3. Plaintiffs’ Proposed High-Hit Search Strings
When Essentia ran the 16 high-hit search strings, identified unique responses ranged from 1,184 to 110,123. (Doc. 163-2). Review of the 146,311 unique resources identified through the original disputed high-hit search strings would entail significant expense to Essentia. Plaintiffs’ proposed modification of some of the high-hit search strings, but the court understands from the parties’ briefing that Essentia has not run all of the modified searches so the number of unique responses to each is not yet known. Review of plaintiffs’ modifications to the high-hit search strings confirms that none include more than one numerical connector, and impact of the “one numerical connector” restriction of Essentia's search platform is therefore not apparent to the court.
*6 Because of those uncertainties, the court will not order that Essentia produce documents responsive to the sixteen proposed high-hit search strings at this time. The court will, however, order that Essentia determine the number of unique resources that would be identified through each of those search strings, as modified by plaintiffs, and provide that information to plaintiffs. As it concerns plaintiffs’ high-hit search strings, the motion to compel will be denied without prejudice to filing a later motion after Essentia has provided data on unique resources identified through plaintiffs’ modified proposed high-hit search strings. In the interim, plaintiffs are directed to consider possible additional modifications to their proposed search strings that would address Essentia's stated objections. Plaintiffs are further directed to prioritize the search strings. It is unlikely, for example, that the court would order that Essentia review documents in a search string such as #52, which identified 110,123 unique resources.
Conclusion
For the reasons discussed above, plaintiffs’ motion concerning search terms, (Doc. 157), is GRANTED IN PART. Within 30 days of the date of this order, Essentia is directed to review the documents identified through each of the 15 low-hit search strings and to produce the identified documents which are responsive to plaintiffs’ requests for production.

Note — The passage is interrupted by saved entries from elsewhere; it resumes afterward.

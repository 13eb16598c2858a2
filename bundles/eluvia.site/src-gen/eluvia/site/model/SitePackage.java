/**
 */
package eluvia.site.model;

import org.eclipse.emf.ecore.EAttribute;
import org.eclipse.emf.ecore.EClass;
import org.eclipse.emf.ecore.EEnum;
import org.eclipse.emf.ecore.EPackage;
import org.eclipse.emf.ecore.EReference;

Concerning plaintiffs’ proposed high-hit search strings, within 30 days Essentia is directed to determine the number of unique resources that would be identified through each of those search strings, as modified by plaintiffs, and provide that information to plaintiffs. In the interim, plaintiffs are directed to consider possible additional modifications to their proposed search strings that would address Essentia's stated objections and to prioritize their requests as to the proposed high-hit search strings.

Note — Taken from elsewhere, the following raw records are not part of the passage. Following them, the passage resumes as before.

@needs_git
def test_end_to_end_changed_since(repo, minerals, monkeypatch, capsys):
    base = git(repo, "rev-parse", "HEAD").strip()

    # the baseline records polonium's findings; lead's are accepted by the configuration
    po = known_findings(repo / "structures" / "metals" / "polonium.cif")
    assert "electron-excess" in po  # alpha-Po: 6 valence electrons, 6 Po neighbours
    assert known_findings(repo / "structures" / "metals" / "lead.cif")
    assert bondcheck(monkeypatch, repo, "baseline", "write") == 0
    entries = json.loads((repo / "bondcheck-baseline.json").read_text())["entries"]
    assert {(e["file"], e["finding"]) for e in entries} == {("structures/metals/polonium.cif", s) for s in po}
    git(repo, "add", "bondcheck-baseline.json")
    git(repo, "commit", "-q", "-m", "baseline")
    capsys.readouterr()

    # the whole repository passes: consistent files clean, known findings quiet
    assert bondcheck(monkeypatch, repo, "gate") == 0
    out = capsys.readouterr().out
    assert "passed (exit 0)" in out
    n_lead = len(known_findings(repo / "structures" / "metals" / "lead.cif"))
    assert f"{n_lead} accepted, {len(po)} in the baseline" in out

    # a new file with a misassigned element (untracked), an accepted file
    # re-refined (cell edge changed), a baselined file with a comment added
    (repo / "structures" / "cristobalite-f.cif").write_text(misassigned_cristobalite(minerals))
    lead = repo / "structures" / "metals" / "lead.cif"
    text = lead.read_text()
    assert "_cell_length_a       5.043858" in text
    lead.write_text(text.replace("_cell_length_a       5.043858", "_cell_length_a       5.0451"))
    polonium = repo / "structures" / "metals" / "polonium.cif"
    polonium.write_text("# re-checked by the Halden lab, sample HL-0042\n" + polonium.read_text())
    (repo / "structures" / "drafts").mkdir()
    (repo / "structures" / "drafts" / "wip.cif").write_text(misassigned_cristobalite(minerals))

    code = bondcheck(monkeypatch, repo, "gate", "--changed-since", base,
                     "--junit", "gate.xml", "--sarif", "gate.sarif", "--markdown", "gate.md")
    out = capsys.readouterr().out
    assert code == 1, out
    assert "FAIL  structures/cristobalite-f.cif" in out

    # JUnit: one test case per changed structure, only the new file fails
    tree = ET.parse(repo / "gate.xml")
    cases = tree.getroot().findall(".//testcase")
    by_file = {c.get("classname"): c for c in cases}
    assert set(by_file) == {"structures/cristobalite-f.cif", "structures/metals/lead.cif", "structures/metals/polonium.cif"}
    assert len(cases) == 3
    assert by_file["structures/cristobalite-f.cif"].find("failure") is not None
    assert by_file["structures/metals/lead.cif"].find("failure") is None
    assert by_file["structures/metals/polonium.cif"].find("failure") is None
    assert ACCEPT_REASON in by_file["structures/metals/lead.cif"].find("system-out").text
    suite = tree.getroot().find("testsuite")
    assert (suite.get("tests"), suite.get("failures"), suite.get("errors")) == ("3", "1", "0")

    # SARIF: schema-valid; the new finding unsuppressed, the known ones suppressed
    doc = json.loads((repo / "gate.sarif").read_text())
    errors = sorted(sarif_validator().iter_errors(doc), key=str)
    assert not errors, errors[0]
    run = doc["runs"][0]
    results = run["results"]
    by_uri = {}
    for res in results:
        by_uri.setdefault(res["locations"][0]["physicalLocation"]["artifactLocation"]["uri"], []).append(res)
    new = by_uri["structures/cristobalite-f.cif"]
    assert new and all("suppressions" not in r and r["baselineState"] == "new" for r in new)
    assert any(r["level"] in ("warning", "error") for r in new)
    assert by_uri["structures/metals/lead.cif"]
    assert all([s["justification"] for s in r["suppressions"]] == [ACCEPT_REASON] for r in by_uri["structures/metals/lead.cif"])
    assert all(r["baselineState"] == "unchanged" and r["suppressions"] for r in by_uri["structures/metals/polonium.cif"])
    rule_ids = [r["id"] for r in run["tool"]["driver"]["rules"]]
    for res in results:
        assert rule_ids[res["ruleIndex"]] == res["ruleId"]
    assert run["invocations"][0]["exitCode"] == 1

    md = (repo / "gate.md").read_text()
    assert "`structures/cristobalite-f.cif`" in md and f"accepted: {ACCEPT_REASON}" in md
    assert "wip.cif" not in md  # excluded by the configuration

    # the same once committed: git diff against the merge base sees committed changes
    git(repo, "add", "structures")
    git(repo, "commit", "-q", "-m", "new sample, re-refined lead")
    assert bondcheck(monkeypatch, repo, "gate", "--changed-since", base) == 1
    capsys.readouterr()
    # and nothing changed since HEAD: nothing to check, the gate passes
    assert bondcheck(monkeypatch, repo, "gate", "--changed-since", "HEAD") == 0
    assert "0 structure(s) in 0 file(s)" in capsys.readouterr().out

    # the failing severity is configurable: warnings pass at fail-on error
    assert bondcheck(monkeypatch, repo, "gate", "--changed-since", base, "--fail-on", "error") == 0


@needs_git
def test_structural_change_reopens_a_baselined_finding(repo, monkeypatch, capsys):
    assert bondcheck(monkeypatch, repo, "baseline", "write") == 0
    polonium = repo / "structures" / "metals" / "polonium.cif"
    text = polonium.read_text()
    assert "_cell_length_a       3.348179" in text
    # a rename keeps the fingerprint, hence the baseline entry
    git(repo, "mv", "structures/metals/polonium.cif", "structures/metals/alpha-po.cif")
    capsys.readouterr()
    assert bondcheck(monkeypatch, repo, "gate", "--changed-since", "HEAD") == 0
    assert "in the baseline" in capsys.readouterr().out
    # moving the structure (a new cell edge) re-opens the finding
    moved = repo / "structures" / "metals" / "alpha-po.cif"
    moved.write_text(text.replace("_cell_length_a       3.348179", "_cell_length_a       3.3591"))
    assert bondcheck(monkeypatch, repo, "gate", "--changed-since", "HEAD") == 1
    out = capsys.readouterr().out
    n = len(known_findings(moved))
    assert out.count("[NEW]") == n and f"{n} baseline entr{'y' if n == 1 else 'ies'} no longer found" in out
    # prune drops the stale entry; write records the new one
    assert bondcheck(monkeypatch, repo, "baseline", "prune") == 0
    assert json.loads((repo / "bondcheck-baseline.json").read_text())["entries"] == []
    assert bondcheck(monkeypatch, repo, "baseline", "write") == 0
    assert bondcheck(monkeypatch, repo, "gate") == 0
    assert bondcheck(monkeypatch, repo, "baseline", "show") == 0
    assert "structures/metals/alpha-po.cif" in capsys.readouterr().out


@needs_git
def test_no_baseline_makes_every_finding_new(repo, monkeypatch, capsys):
    assert bondcheck(monkeypatch, repo, "baseline", "write") == 0
    assert bondcheck(monkeypatch, repo, "gate") == 0
    capsys.readouterr()
    assert bondcheck(monkeypatch, repo, "gate", "--no-baseline", "--format", "json") == 1
    doc = json.loads(capsys.readouterr().out)
    failing = {(s["file"], i["slug"]) for s in doc["structures"] for i in s["items"] if i["failing"]}
    po = known_findings(repo / "structures" / "metals" / "polonium.cif")
    assert po and failing == {("structures/metals/polonium.cif", slug) for slug in po}
    quiet = {(s["file"], i["state"], i["reason"]) for s in doc["structures"] for i in s["items"] if not i["failing"]}
    assert quiet == {("structures/metals/lead.cif", "accepted", ACCEPT_REASON)}


@needs_git
def test_acceptance_by_finding(repo, monkeypatch, capsys):
    """An acceptance naming findings covers those and no others."""
    lead = known_findings(repo / "structures" / "metals" / "lead.cif")
    po = known_findings(repo / "structures" / "metals" / "polonium.cif")
    assert lead and po and "electron-deficit" not in lead | po
    toml = 'paths = ["structures"]\n[[accept]]\nfindings = [%s]\nreason = "metals of the Halden collection"\n'
    (repo / "bondcheck.toml").write_text(toml % ", ".join(f'"{s}"' for s in sorted(lead | po)))
    assert bondcheck(monkeypatch, repo, "gate") == 0
    (repo / "bondcheck.toml").write_text(toml % '"electron-deficit"')
    assert bondcheck(monkeypatch, repo, "gate") == 1
    (repo / "bondcheck.toml").write_text(toml % '"electron-deficit"' + '[[accept]]\npaths = ["structures/metals"]\nreason = "metals"\n')
    capsys.readouterr()
    assert bondcheck(monkeypatch, repo, "gate") == 0
    assert "acceptances that matched nothing: accept[1]" in capsys.readouterr().out


@needs_git
def test_unreadable_inputs_exit_3_or_become_findings(repo, monkeypatch, capsys):
    # a CIF cut off in the middle of its atom loop
    text = (repo / "structures" / "cristobalite.cif").read_text()
    cut = text[: text.index("Si 0.30070 0.30070") + 12]
    (repo / "structures" / "truncated.cif").write_text(cut)
    assert bondcheck(monkeypatch, repo, "gate", "--no-baseline", "--fail-on", "error", "--junit", "g.xml") == 3
    err = ET.parse(repo / "g.xml").getroot().findall(".//testcase/error")
    assert len(err) == 1 and err[0].get("type") == "unreadable-input"
    capsys.readouterr()
    assert bondcheck(monkeypatch, repo, "gate", "--no-baseline", "--fail-on", "error", "--unreadable", "finding",
                     "--format", "sarif") == 1
    doc = json.loads(capsys.readouterr().out)
    assert not list(sarif_validator().iter_errors(doc))
    assert [r["ruleId"] for r in doc["runs"][0]["results"] if r["level"] == "error"] == ["unreadable-input"]
    # named files (as a pre-commit hook passes them): a missing one is unreadable too
    assert bondcheck(monkeypatch, repo, "gate", "structures/moissanite.cif", "structures/gone.cif") == 3
    assert bondcheck(monkeypatch, repo, "gate", "structures/moissanite.cif", "structures/cristobalite.cif") == 0


@needs_git
def test_changed_files_from_git(repo, minerals):
    from bondcheck.gate import GateError, changed_files

    base = git(repo, "rev-parse", "HEAD").strip()
    (repo / "structures" / "cristobalite.cif").write_text("# edited\n" + (repo / "structures" / "cristobalite.cif").read_text())
    (repo / "structures" / "new.cif").write_text(misassigned_cristobalite(minerals))
    (repo / ".gitignore").write_text("scratch/\n")
    (repo / "scratch").mkdir()
    (repo / "scratch" / "ignored.cif").write_text("data_x\n")
    git(repo, "rm", "-q", "structures/rutile.cif")
    got = {p.relative_to(repo).as_posix() for p in changed_files(base, repo)}
    assert got == {"structures/cristobalite.cif", "structures/new.cif", ".gitignore"}
    with pytest.raises(GateError, match="unknown git reference"):
        changed_files("no-such-branch", repo)


def test_changed_since_outside_git(tmp_path, monkeypatch, capsys):
    (tmp_path / "bondcheck.toml").write_text("")
    assert bondcheck(monkeypatch, tmp_path, "gate", "--changed-since", "HEAD") == 2
    assert "bondcheck gate:" in capsys.readouterr().err


# --------------------------------------------------------------------------
# fingerprints


def test_fingerprint_ignores_layout_not_structure(minerals):
    from bondcheck.read import read_cif_bytes

    text = (minerals / "cod_9017338.cif").read_text()
    fp = fingerprint(read_cif_bytes(text, "a.cif")[0])
    # comments, publication fields and the order of the atom rows do not matter
    shuffled = text.replace(
        "Si 0.30070 0.30070 0.00000 0.03456\nO 0.23900 0.10410 0.17870 0.01869",
        "O 0.23900 0.10410 0.17870 0.01869\nSi 0.30070 0.30070 0.00000 0.03456",
    )
    assert shuffled != text
    assert fingerprint(read_cif_bytes("# sample HL-0007\n" + shuffled, "b.cif")[0]) == fp
    # an element or a coordinate does
    assert fingerprint(read_cif_bytes(misassigned_cristobalite(minerals), "c.cif")[0]) != fp
    assert fingerprint(read_cif_bytes(text.replace("0.23900 0.10410", "0.23950 0.10410"), "d.cif")[0]) != fp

To the extent plaintiffs’ motion is DENIED, that ruling is without prejudice to plaintiffs filing a later motion after the steps described above have been completed.
IT IS SO ORDERED.
Dated this 25th day of February, 2022.
Footnotes
The parties participated in a dispute resolution conference as required by Civil Local Rule 37.1, and following that conference, the court authorized plaintiffs to file the current motion. (Doc. 116, p. 2).
Essentia states it ran all 138 search strings that plaintiffs originally proposed. (Doc. 162, p. 8). Essentia has not explained any additional “complex technical process” that might be required if the court were to order review of documents identified through plaintiffs’ originally proposed search strings, though the court recognizes that additional search strings would need to be developed to address any modifications to the search strings that have already been run.
A numerical connector is a search function that requires search terms to appear within a specified number of terms of each other, e.g., “injectable w/3 medication.” (Doc. 162, p. 4 n.3).